Opponents and supporters of HUD’s proposed rule agree on one thing: It would make the government mortgage market look more like the conventional one, as large bank-owned lenders gained share.

“HUD wants the bigger, more sophisticated, better-capitalized players out there,” said Paul T. Bossidy, the president and CEO of Clayton Holdings LLC, a Shelton, Conn., company that provides underwriting, due diligence and other services to lenders. The agency is looking for companies with the resources to invest in training and technology, he said.

As a wholly-owned subsidiary of a mid-sized depository Bank, Waterstone Mortgage is a fully approved HUD-FHA Lender. Our networth exceeds the higher $2.5M that HUD is proposing. The raised requirements are an excellent way to improve loan quality and help strengthen HUDs balance sheet. — Dean Tucker

Many small lenders said the proposed hike to their minimum net worth would put them out of business. HUD wants to raise the requirement from $250,000 to $2.5 million over three years. That would disqualify 70% of the FHA’s current roster of lenders (assuming none of them raised their net worth in the meantime).

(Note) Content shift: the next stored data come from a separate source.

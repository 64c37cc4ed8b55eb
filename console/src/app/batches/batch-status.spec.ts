import { describe, expect, it } from 'vitest';

import { MAX_JOB_NAME_LENGTH, TERMINAL_BATCH_STATUSES } from '../../../../shared/schemas/batch-jobs.js';
import { FINAL_STATUSES, JOB_NAME_MAX, formatEta, formatRate, isFinal, jobLabel, statusText } from './batch-status.js';

describe('batch status', () => {
  it('knows the same final statuses and name bound as the API', () => {
    expect([...FINAL_STATUSES].sort()).toEqual([...TERMINAL_BATCH_STATUSES].sort());
    expect(JOB_NAME_MAX).toBe(MAX_JOB_NAME_LENGTH);
    expect(isFinal('running')).toBe(false);
    expect(isFinal('queued')).toBe(false);
    expect(isFinal('cancelled')).toBe(true);
  });

  it('says why a job stopped', () => {
    expect(statusText({ status: 'stopped', stopReason: 'quota_exceeded' })).toBe('Stopped: quota used up');
    expect(statusText({ status: 'succeeded', stopReason: null })).toBe('Finished');
  });

  it('names a job without a name by the start of its id', () => {
    expect(jobLabel({ id: '3d1f7c2a-9b4e-4f60-8a2d-5c7e1b9f0a34', name: null })).toBe('Job 3d1f7c2a');
    expect(jobLabel({ id: '3d1f7c2a-9b4e-4f60-8a2d-5c7e1b9f0a34', name: 'Alder Row, plots 1-24' })).toBe('Alder Row, plots 1-24');
  });

  it('writes the time left in hours, minutes and seconds', () => {
    expect(formatEta(null)).toBe('—');
    expect(formatEta(44.6)).toBe('45 s');
    expect(formatEta(200)).toBe('3 min 20 s');
    expect(formatEta(180)).toBe('3 min');
    expect(formatEta(3840)).toBe('1 h 4 min');
    expect(formatEta(7200)).toBe('2 h');
  });

  it('writes the rate with one decimal below ten rows a second', () => {
    expect(formatRate(null)).toBe('—');
    expect(formatRate(0.44)).toBe('0.4 rows/s');
    expect(formatRate(1250.4)).toBe('1,250 rows/s');
  });
});
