/// <reference lib="dom" />
import { mkdirSync, mkdtempSync, rmSync } from 'node:fs';
import { tmpdir } from 'node:os';
import path from 'node:path';
import type { Page } from 'playwright-core';
import { afterAll, beforeAll, describe, expect, it } from 'vitest';
import { type AxeFinding, seriousViolations } from './axe-scan.js';
import { BrowserProfiles } from './browser-profiles.js';
import { signIn } from './console-session.js';
import { startServerProcess, type ServerProcess } from './server-process.js';

const SCREENSHOTS = path.resolve('tests/e2e/screenshots'); // git-ignored
const WIDTHS = { desktop: 1280, phone: 360 } as const;

const dataDir = mkdtempSync(path.join(tmpdir(), 'treadwise-e2e-a11y-'));
const profiles = new BrowserProfiles();
let server: ServerProcess;

beforeAll(async () => {
  server = await startServerProcess({ DATA_DIR: dataDir });
  mkdirSync(SCREENSHOTS, { recursive: true });
});

afterAll(async () => {
  await profiles.close();
  await server?.stop();
  rmSync(dataDir, { recursive: true, force: true });
});

/** Opens a screen, waits for what shows it has loaded, and scans it at desktop and phone widths. */
async function scan(page: Page, name: string, url: string, ready: string): Promise<Record<string, AxeFinding[]>> {
  const found: Record<string, AxeFinding[]> = {};
  for (const [label, width] of Object.entries(WIDTHS)) {
    await page.setViewportSize({ width, height: 800 });
    await page.goto(`${server.url}${url}`, { waitUntil: 'networkidle' });
    await page.waitForSelector(ready, { timeout: 15_000 });
    await page.screenshot({ path: path.join(SCREENSHOTS, `a11y-${name}-${label}.png`), fullPage: true });
    const violations = await seriousViolations(page);
    if (violations.length) found[`${name} (${label})`] = violations;
  }
  return found;
}

describe('accessibility of the console (axe-core: no serious or critical violations)', () => {
  it('passes on the sign-in page', async () => {
    const page = await profiles.page();
    expect(await scan(page, 'sign-in', '/sign-in', '[data-testid="email"]')).toEqual({});
  });

  it('passes on the admin’s screens: keys, traffic, bench, team, activity, billing', async () => {
    const page = await profiles.page();
    await page.goto(`${server.url}/keys`, { waitUntil: 'networkidle' });
    await signIn(page, 'mira@harborlane.test'); // demo-scenario.md: Harbor Lane's admin
    const found = {
      ...(await scan(page, 'keys', '/keys', '[data-testid="key-table"], [data-testid="keys-empty"]')),
      ...(await scan(page, 'traffic', '/traffic', '[data-testid="traffic-quota"]')),
      ...(await scan(page, 'bench', '/bench', '[data-testid="bench-calculate"]')),
      ...(await scan(page, 'team', '/team', '[data-testid="member-table"]')),
      ...(await scan(page, 'activity', '/activity', '[data-testid="activity-list"], [data-testid="activity-empty"]')),
      ...(await scan(page, 'billing', '/billing', '[data-testid="invoice-table"], [data-testid="invoices-empty"]')),
    };
    // An answer and an error beside a field are part of the bench too.
    await page.setViewportSize({ width: WIDTHS.desktop, height: 800 });
    await page.goto(`${server.url}/bench`, { waitUntil: 'networkidle' });
    await page.click('[data-calculator="voltage-drop"] [data-testid="bench-calculate"]');
    await page.waitForSelector('[data-testid="bench-answer"]', { timeout: 15_000 });
    await page.fill('[data-calculator="voltage-drop"] [data-field="lengthM"] input', '-1');
    await page.click('[data-calculator="voltage-drop"] [data-testid="bench-calculate"]');
    await page.waitForSelector('[data-testid="field-error"]');
    // Scan the page at rest: the pointer off the button and its click ripple faded (a ripple
    // caught half-way is a colour the button never keeps).
    await page.mouse.move(0, 0);
    await page.waitForFunction(() => !document.querySelector('.mat-ripple-element'));
    const benchStates = await seriousViolations(page);
    if (benchStates.length) Object.assign(found, { 'bench with an error': benchStates });
    expect(found).toEqual({});
  });

  it('passes on the batches screens, and a job uploaded there is watched until it ends', async () => {
    const page = await profiles.page();
    await page.goto(`${server.url}/batches`, { waitUntil: 'networkidle' });
    await signIn(page, 'mira@harborlane.test');
    const found = await scan(page, 'batches', '/batches', '[data-testid="batches-empty"], [data-testid="batch-link"]');
    // Two stairs of docs/batch-rows.md's example, and a third whose tread count is not a number.
    const csv = [
      'ref,layout,staircase.treads,staircase.treadWidthMm,staircase.riserHeightMm,staircase.goingMm,treadStrip.voltageV,treadStrip.powerWPerM,treadStrip.cutPitchMm,controller.profileId',
      'Plot 14,tread-strips,14,900,185,250,24,10,50,HL-K20',
      'Plot 15,tread-strips,15,900,185,250,24,10,50,HL-K20',
      'Plot 16,tread-strips,fourteen,900,185,250,24,10,50,HL-K20',
    ].join('\r\n');
    await page.setViewportSize({ width: WIDTHS.desktop, height: 800 });
    await page.goto(`${server.url}/batches`, { waitUntil: 'networkidle' });
    await page.setInputFiles('[data-testid="batch-file"]', { name: 'alder-row.csv', mimeType: 'text/csv', buffer: Buffer.from(csv) });
    await page.fill('[data-testid="batch-name"]', 'Alder Row, plots 14-16');
    await page.click('[data-testid="batch-start"]');
    await page.waitForURL(/\/batches\/[0-9a-f-]{36}$/, { timeout: 15_000 });
    // The page polls on its own until the job ends: no reload here.
    await page.waitForFunction(() => document.querySelector('[data-testid="batch-status"]')?.getAttribute('data-status') === 'succeeded', undefined, { timeout: 30_000 });
    expect(await page.textContent('[data-testid="batch-progress"]')).toContain('3 of 3 rows answered');
    expect(await page.textContent('[data-count="failed"]')).toBe('1');
    expect(await page.locator('[data-testid="batch-cancel"]').count()).toBe(0); // ended: nothing to cancel
    for (const [label, width] of Object.entries(WIDTHS)) {
      await page.setViewportSize({ width, height: 800 });
      await page.reload({ waitUntil: 'networkidle' }); // the shell lays out its navigation for the width at load
      await page.waitForSelector('[data-testid="batch-counts"]', { timeout: 15_000 });
      await page.screenshot({ path: path.join(SCREENSHOTS, `a11y-batch-job-${label}.png`), fullPage: true });
      const job = await seriousViolations(page);
      if (job.length) found[`batch job (${label})`] = job;
    }
    expect(found).toEqual({});
  });

  it('passes on the operator’s screens: organisations and plans, the mail outbox with a message open', async () => {
    // A message in the outbox: a password reset asked for one of the demo accounts (a public route).
    const reset = await fetch(`${server.url}/v1/auth/password-reset`, { method: 'POST', headers: { 'content-type': 'application/json' }, body: JSON.stringify({ email: 'theo@harborlane.test' }) });
    expect(reset.status).toBeLessThan(300);
    const page = await profiles.page();
    await page.goto(`${server.url}/operator/organizations`, { waitUntil: 'networkidle' });
    await signIn(page, 'ops@treadwise.test'); // demo-scenario.md: the demo operator
    const found = {
      ...(await scan(page, 'operator-organizations', '/operator/organizations', '[data-testid="organization-table"]')),
      ...(await scan(page, 'operator-outbox', '/operator/outbox', '[data-testid="outbox-list"]')),
    };
    await page.locator('[data-testid="outbox-message"]').first().click();
    await page.waitForSelector('[data-testid="outbox-body"]');
    const open = await seriousViolations(page);
    if (open.length) Object.assign(found, { 'outbox with a message open': open });
    expect(found).toEqual({});
  });
});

“Big banks have a lot of expenses and no need to be competitive,” said Jeff Lewis, the chairman of Generation Mortgage Co., an Atlanta lender. “But there’s a mind-set right now in Washington that the best way to protect consumers is to restrict competition.”

Yet even some of the largest lenders want HUD to let brokers continue closing loans in their own name and maintain case numbers, to help the Goliaths manage their own risk.

For example, many lenders said they rely on the FHA’s Neighborhood Watch Web site to monitor and compare the default ratios of brokers.

“If HUD stopped providing compare ratios for correspondents, it is quite possible that loan quality would suffer,” Rick Aneshansel, the chief financial officer at U.S. Bank Home Mortgage, a unit of U.S. Bancorp, wrote in a comment letter — one of about 250 HUD has received since it issued the proposed rule in November.

David Moskowitz, deputy general counsel at Wells Fargo & Co., recommended in a comment letter that HUD maintain a recertification program for brokerages that includes background checks of key officers and directors and an assurance that brokers are not on any previous list of debarment.

Other changes to the FHA are coming quickly this year as well. Donovan has indicated that HUD may try to raise the current cap on annual mortgage insurance premiums, which would require congressional approval.

Policymakers also are considering increasing the minimum down payment for FHA borrowers and adopting a minimum FICO score for the first time.